## WHAT IS REQUIRED
Exactly as written, restate the material below from its first line through the line containing "export type Quantity", and stop there.

## THE RECORDS

=== Section Start ===

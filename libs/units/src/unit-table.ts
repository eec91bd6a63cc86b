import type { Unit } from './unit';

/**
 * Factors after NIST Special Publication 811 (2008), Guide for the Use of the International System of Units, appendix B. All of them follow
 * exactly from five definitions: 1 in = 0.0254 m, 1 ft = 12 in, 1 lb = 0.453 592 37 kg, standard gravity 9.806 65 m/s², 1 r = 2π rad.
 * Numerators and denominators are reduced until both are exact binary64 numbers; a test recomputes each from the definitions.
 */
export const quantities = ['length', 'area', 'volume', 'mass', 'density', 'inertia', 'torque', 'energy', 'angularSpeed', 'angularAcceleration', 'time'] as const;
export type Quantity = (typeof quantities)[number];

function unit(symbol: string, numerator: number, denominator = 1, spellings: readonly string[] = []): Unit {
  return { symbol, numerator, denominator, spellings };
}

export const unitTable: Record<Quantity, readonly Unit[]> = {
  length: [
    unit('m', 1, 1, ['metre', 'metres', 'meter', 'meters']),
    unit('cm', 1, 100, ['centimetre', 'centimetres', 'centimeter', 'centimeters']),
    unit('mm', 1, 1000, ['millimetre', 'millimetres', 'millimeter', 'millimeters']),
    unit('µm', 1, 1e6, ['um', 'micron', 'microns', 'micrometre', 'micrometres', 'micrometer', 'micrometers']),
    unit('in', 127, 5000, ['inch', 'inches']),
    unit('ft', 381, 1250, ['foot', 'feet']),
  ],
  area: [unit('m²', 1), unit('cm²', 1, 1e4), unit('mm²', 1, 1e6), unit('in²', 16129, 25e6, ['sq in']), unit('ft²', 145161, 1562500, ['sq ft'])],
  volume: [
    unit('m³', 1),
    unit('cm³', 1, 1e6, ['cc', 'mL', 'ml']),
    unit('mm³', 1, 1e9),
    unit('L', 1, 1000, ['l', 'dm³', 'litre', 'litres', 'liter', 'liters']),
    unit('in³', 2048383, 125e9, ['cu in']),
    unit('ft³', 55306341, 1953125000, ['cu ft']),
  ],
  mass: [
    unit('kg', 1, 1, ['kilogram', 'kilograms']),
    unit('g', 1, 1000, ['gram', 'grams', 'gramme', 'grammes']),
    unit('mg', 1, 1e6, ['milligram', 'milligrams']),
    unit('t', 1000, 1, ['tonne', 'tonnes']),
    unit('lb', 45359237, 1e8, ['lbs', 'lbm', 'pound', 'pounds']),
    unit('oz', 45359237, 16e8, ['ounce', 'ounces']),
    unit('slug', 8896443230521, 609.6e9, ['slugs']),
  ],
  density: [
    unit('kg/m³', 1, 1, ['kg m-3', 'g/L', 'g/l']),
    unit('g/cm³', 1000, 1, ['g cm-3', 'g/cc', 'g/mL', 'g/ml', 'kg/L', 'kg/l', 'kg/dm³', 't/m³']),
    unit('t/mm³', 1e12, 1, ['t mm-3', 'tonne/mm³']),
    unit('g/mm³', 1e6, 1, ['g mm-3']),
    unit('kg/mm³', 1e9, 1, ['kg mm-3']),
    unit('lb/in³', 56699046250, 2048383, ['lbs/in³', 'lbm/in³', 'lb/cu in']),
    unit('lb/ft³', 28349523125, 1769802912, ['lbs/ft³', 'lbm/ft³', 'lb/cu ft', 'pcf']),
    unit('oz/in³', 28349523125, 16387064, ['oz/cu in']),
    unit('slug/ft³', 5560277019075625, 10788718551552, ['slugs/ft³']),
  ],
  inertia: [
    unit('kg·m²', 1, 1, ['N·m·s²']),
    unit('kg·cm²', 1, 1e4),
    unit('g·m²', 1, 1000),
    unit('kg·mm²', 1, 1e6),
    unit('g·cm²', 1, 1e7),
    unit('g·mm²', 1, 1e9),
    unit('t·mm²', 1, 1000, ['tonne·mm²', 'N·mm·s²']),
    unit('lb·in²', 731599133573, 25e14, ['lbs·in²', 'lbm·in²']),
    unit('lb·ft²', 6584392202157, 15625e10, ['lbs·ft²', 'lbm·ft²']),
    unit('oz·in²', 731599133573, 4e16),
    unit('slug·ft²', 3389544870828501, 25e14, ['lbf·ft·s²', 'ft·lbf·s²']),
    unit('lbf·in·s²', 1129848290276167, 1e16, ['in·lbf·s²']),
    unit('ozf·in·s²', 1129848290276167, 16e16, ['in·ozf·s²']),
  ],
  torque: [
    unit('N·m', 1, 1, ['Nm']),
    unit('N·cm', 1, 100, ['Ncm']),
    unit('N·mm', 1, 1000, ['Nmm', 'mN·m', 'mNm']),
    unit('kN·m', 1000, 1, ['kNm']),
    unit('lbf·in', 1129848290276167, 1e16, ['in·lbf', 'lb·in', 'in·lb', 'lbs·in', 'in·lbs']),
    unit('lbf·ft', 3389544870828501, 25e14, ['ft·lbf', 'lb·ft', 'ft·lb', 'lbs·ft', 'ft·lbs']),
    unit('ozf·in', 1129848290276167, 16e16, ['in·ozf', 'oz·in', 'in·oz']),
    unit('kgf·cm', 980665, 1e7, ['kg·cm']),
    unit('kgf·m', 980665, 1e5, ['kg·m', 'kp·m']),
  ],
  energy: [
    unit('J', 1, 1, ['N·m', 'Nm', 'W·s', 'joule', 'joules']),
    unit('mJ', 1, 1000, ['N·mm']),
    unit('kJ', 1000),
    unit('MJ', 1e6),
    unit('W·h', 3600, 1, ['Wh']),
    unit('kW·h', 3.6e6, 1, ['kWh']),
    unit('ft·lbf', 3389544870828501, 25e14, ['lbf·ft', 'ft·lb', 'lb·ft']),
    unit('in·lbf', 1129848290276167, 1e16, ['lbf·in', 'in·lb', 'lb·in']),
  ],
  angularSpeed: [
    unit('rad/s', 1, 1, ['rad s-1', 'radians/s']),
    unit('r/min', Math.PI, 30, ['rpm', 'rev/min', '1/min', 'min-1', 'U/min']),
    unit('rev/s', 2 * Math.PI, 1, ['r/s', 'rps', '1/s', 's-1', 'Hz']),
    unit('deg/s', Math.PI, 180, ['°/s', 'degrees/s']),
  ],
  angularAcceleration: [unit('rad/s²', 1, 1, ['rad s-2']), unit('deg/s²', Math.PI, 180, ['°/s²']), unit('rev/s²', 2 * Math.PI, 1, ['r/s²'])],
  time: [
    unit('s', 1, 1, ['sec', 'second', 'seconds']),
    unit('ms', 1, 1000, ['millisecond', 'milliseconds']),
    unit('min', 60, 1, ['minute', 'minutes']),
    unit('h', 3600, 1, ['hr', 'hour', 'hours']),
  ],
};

=== Section End ===

## ANSWER FOR THE TASK
filename libs/units/src/unit-table.ts
repository eec91bd6a63cc86b
import type { Unit } from './unit';

/**
 * Factors after NIST Special Publication 811 (2008), Guide for the Use of the International System of Units, appendix B. All of them follow
 * exactly from five definitions: 1 in = 0.0254 m, 1 ft = 12 in, 1 lb = 0.453 592 37 kg, standard gravity 9.806 65 m/s², 1 r = 2π rad.
 * Numerators and denominators are reduced until both are exact binary64 numbers; a test recomputes each from the definitions.
 */
export const quantities = ['length', 'area', 'volume', 'mass', 'density', 'inertia', 'torque', 'energy', 'angularSpeed', 'angularAcceleration', 'time'] as const;
export type Quantity = (typeof quantities)[number];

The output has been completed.